Write out exactly the lines of the entries below from the one holding "repository 0971e3d1f4e1e19d" to the one holding "the busy-spin floor", inclusive, and leave out all other lines.

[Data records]

□ □ □ □

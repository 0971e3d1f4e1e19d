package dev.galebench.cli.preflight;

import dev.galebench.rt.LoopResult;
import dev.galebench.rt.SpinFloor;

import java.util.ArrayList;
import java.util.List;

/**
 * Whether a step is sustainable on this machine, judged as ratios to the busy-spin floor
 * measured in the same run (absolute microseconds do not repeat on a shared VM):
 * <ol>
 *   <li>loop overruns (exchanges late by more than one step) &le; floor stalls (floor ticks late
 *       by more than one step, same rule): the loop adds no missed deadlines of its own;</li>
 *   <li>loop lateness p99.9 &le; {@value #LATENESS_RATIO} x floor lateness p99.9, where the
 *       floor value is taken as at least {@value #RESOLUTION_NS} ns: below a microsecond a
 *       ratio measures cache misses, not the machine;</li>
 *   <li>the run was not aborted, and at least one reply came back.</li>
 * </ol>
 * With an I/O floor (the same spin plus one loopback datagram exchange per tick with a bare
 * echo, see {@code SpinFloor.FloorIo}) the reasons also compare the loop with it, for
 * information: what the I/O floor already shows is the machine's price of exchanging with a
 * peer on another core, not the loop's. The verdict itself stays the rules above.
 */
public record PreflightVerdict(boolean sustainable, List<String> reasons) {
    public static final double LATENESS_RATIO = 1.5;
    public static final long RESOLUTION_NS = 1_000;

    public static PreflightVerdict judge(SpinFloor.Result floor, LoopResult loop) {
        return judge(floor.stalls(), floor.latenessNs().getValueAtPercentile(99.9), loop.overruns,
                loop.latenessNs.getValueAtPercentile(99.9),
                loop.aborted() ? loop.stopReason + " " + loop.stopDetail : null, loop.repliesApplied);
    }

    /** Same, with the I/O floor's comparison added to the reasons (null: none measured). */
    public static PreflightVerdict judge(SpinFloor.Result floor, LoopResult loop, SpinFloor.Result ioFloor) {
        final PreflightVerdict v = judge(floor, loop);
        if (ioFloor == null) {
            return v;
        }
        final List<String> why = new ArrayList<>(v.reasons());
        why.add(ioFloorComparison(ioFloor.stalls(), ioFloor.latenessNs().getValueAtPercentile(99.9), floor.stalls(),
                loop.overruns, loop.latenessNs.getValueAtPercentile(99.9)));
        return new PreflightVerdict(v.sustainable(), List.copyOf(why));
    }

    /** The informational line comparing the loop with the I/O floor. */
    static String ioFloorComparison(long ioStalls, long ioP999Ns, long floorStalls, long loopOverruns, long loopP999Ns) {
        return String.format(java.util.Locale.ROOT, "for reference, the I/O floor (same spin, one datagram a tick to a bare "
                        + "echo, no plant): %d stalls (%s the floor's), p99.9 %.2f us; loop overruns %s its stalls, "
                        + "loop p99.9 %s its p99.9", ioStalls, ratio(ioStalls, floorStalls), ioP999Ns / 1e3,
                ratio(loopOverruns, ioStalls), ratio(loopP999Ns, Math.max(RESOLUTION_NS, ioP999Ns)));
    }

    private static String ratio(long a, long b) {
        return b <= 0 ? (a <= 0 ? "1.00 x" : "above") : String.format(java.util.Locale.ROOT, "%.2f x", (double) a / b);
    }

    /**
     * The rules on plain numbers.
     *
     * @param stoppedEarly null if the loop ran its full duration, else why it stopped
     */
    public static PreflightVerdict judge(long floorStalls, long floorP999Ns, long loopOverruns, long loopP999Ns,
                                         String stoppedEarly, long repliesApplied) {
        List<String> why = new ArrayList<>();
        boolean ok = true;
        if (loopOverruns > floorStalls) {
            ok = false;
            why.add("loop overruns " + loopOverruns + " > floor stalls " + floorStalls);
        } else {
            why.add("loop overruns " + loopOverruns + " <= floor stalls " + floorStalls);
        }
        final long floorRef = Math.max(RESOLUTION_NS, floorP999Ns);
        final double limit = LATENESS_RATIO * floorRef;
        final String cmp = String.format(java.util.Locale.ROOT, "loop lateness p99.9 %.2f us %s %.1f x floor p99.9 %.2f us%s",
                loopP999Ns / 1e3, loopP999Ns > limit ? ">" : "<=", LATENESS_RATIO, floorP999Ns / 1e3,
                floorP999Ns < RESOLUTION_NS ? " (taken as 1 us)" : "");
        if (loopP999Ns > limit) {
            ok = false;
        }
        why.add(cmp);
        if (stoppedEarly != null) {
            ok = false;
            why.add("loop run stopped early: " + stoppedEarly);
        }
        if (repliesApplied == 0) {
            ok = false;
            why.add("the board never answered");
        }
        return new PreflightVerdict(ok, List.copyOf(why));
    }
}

□ □ □ □

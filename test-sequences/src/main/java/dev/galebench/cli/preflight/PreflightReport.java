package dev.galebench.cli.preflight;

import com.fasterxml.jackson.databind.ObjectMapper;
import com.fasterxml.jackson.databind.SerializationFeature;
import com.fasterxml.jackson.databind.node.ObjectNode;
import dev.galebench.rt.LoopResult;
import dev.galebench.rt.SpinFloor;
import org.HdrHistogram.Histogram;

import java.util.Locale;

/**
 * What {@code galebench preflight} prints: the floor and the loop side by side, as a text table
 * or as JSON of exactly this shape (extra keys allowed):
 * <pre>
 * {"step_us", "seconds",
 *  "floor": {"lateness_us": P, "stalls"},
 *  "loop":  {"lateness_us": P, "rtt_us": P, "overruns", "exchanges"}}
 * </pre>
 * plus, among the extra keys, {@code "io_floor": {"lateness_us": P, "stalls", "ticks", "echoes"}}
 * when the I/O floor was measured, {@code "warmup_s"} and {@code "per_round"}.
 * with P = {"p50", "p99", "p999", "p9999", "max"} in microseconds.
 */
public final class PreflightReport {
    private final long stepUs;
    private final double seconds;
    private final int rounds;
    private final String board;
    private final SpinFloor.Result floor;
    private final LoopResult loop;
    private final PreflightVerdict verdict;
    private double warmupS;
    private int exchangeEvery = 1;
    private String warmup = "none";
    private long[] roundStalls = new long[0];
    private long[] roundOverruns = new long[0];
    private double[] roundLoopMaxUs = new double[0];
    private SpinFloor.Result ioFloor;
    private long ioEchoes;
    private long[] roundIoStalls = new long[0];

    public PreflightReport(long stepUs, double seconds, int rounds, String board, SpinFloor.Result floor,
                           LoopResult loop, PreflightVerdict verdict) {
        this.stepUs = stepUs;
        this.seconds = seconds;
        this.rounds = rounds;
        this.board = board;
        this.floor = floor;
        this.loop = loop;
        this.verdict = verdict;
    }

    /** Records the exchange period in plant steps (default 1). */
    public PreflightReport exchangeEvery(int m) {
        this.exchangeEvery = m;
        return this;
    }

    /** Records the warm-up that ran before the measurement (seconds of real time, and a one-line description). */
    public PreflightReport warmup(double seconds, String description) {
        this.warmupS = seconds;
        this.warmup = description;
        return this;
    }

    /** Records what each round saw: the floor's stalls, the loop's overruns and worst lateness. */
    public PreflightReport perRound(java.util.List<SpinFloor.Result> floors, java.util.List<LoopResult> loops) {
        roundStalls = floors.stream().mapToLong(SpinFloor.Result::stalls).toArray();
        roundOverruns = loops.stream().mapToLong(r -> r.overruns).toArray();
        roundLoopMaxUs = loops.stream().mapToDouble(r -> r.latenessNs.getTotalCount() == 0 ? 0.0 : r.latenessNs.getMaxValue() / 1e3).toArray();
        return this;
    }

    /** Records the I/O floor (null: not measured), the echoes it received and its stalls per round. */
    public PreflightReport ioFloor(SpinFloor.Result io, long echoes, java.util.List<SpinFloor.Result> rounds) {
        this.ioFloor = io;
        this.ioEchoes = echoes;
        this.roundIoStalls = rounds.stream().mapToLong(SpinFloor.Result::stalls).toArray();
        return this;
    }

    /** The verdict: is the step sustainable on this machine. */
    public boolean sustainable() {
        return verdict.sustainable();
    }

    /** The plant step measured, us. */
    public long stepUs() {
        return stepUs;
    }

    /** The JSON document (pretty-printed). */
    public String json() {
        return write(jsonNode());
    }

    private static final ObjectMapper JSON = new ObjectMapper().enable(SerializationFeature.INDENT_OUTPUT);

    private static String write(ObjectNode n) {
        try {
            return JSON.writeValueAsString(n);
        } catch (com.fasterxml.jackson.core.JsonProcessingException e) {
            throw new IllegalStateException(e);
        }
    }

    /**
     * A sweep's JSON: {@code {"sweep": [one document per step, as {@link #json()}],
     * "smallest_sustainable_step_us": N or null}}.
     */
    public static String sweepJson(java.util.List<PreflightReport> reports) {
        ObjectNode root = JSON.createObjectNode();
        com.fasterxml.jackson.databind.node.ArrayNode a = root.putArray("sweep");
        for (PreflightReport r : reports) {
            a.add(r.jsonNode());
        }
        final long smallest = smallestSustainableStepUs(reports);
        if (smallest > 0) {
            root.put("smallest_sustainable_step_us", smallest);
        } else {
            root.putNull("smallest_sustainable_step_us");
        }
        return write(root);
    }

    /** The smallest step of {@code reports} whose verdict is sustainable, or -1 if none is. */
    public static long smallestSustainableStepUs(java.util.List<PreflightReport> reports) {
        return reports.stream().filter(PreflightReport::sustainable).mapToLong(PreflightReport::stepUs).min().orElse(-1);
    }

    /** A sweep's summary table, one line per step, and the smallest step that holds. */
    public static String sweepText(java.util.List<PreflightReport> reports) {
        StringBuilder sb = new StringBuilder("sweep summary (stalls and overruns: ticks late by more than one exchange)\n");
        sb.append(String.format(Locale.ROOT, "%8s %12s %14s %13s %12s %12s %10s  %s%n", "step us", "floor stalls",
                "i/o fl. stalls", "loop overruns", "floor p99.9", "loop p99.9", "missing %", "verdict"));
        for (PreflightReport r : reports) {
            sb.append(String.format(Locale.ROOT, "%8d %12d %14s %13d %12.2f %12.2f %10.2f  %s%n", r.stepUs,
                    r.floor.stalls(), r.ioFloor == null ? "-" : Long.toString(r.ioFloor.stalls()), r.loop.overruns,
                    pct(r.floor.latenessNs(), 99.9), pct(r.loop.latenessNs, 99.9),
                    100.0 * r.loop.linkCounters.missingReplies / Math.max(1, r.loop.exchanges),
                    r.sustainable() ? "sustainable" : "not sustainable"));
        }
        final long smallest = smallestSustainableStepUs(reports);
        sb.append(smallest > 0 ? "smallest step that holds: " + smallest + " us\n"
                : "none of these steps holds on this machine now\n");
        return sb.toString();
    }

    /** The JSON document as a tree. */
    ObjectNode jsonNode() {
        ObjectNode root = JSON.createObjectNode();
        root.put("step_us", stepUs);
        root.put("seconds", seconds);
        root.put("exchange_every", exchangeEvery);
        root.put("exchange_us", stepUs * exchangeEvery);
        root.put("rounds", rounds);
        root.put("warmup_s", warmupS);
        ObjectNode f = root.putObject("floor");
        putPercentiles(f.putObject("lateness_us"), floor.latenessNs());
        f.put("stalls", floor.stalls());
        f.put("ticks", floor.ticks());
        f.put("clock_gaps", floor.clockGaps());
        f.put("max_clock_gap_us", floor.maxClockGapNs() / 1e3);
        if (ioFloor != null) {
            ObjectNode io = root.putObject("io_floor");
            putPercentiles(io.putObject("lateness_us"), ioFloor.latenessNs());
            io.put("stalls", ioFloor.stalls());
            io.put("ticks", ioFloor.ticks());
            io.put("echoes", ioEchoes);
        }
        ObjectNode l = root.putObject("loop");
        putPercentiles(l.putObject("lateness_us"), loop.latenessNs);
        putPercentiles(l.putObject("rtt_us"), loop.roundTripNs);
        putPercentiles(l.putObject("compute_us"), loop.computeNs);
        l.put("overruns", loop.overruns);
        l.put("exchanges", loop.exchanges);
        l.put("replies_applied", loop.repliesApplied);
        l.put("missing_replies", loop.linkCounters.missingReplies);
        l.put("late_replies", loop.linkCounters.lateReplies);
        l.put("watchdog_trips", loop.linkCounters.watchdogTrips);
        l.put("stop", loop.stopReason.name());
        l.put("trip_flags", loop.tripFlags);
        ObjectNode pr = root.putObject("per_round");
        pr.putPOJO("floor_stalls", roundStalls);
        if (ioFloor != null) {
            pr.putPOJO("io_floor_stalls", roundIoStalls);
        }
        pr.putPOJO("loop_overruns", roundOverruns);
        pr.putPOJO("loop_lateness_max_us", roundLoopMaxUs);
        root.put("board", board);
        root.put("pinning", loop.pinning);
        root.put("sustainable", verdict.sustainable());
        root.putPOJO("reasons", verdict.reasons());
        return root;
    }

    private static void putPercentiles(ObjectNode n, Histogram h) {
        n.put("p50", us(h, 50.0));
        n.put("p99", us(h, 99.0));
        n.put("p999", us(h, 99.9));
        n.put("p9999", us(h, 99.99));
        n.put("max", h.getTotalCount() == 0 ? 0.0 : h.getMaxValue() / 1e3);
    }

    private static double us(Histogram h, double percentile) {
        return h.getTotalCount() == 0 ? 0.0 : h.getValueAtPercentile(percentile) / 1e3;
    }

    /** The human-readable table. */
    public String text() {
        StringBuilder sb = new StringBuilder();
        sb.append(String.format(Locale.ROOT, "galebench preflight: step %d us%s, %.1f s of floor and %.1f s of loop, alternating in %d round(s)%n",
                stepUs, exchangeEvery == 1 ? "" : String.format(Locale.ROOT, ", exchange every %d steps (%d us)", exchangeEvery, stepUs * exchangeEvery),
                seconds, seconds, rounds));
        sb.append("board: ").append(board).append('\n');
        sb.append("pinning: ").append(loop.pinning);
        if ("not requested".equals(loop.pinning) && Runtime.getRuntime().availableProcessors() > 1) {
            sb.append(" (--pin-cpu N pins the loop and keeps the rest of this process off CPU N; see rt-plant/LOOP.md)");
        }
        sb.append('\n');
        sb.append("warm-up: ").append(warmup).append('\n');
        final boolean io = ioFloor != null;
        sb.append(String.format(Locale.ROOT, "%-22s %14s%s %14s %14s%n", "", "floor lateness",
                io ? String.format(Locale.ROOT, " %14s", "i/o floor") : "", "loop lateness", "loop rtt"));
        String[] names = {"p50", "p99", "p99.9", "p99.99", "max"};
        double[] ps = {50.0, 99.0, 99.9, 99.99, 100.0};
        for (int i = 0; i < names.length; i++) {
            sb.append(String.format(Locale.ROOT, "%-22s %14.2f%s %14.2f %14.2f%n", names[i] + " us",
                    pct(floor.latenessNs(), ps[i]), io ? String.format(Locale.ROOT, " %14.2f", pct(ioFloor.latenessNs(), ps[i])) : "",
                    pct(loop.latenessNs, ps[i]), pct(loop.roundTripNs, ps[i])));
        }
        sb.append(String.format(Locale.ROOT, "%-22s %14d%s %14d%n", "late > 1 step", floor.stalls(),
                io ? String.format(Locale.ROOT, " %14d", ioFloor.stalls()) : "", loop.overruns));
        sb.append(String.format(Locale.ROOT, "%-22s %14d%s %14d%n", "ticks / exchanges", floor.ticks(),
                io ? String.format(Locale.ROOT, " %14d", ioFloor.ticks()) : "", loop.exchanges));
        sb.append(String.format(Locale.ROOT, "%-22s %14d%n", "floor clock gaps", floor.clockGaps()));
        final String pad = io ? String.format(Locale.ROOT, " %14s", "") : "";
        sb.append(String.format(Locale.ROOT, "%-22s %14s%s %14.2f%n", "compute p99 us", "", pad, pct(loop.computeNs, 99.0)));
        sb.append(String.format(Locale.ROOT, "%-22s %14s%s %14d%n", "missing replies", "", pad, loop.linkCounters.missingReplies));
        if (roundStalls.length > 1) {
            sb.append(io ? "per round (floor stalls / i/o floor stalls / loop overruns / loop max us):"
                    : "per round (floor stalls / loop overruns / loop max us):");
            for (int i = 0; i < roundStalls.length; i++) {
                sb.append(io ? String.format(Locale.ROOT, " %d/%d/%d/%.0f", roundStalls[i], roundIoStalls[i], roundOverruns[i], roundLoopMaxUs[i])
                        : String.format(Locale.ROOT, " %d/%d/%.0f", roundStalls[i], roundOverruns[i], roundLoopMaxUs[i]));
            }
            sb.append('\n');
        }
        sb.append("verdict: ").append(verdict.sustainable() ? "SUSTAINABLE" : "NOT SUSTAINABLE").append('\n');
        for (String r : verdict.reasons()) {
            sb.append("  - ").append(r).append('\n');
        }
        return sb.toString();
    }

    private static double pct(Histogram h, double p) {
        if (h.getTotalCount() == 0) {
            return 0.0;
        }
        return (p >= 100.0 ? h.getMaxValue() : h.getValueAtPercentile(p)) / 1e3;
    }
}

□ □ □ □

● Answer for the task
repository 0971e3d1f4e1e19d
package dev.galebench.cli.preflight;

import dev.galebench.rt.LoopResult;
import dev.galebench.rt.SpinFloor;

import java.util.ArrayList;
import java.util.List;

/**
 * Whether a step is sustainable on this machine, judged as ratios to the busy-spin floor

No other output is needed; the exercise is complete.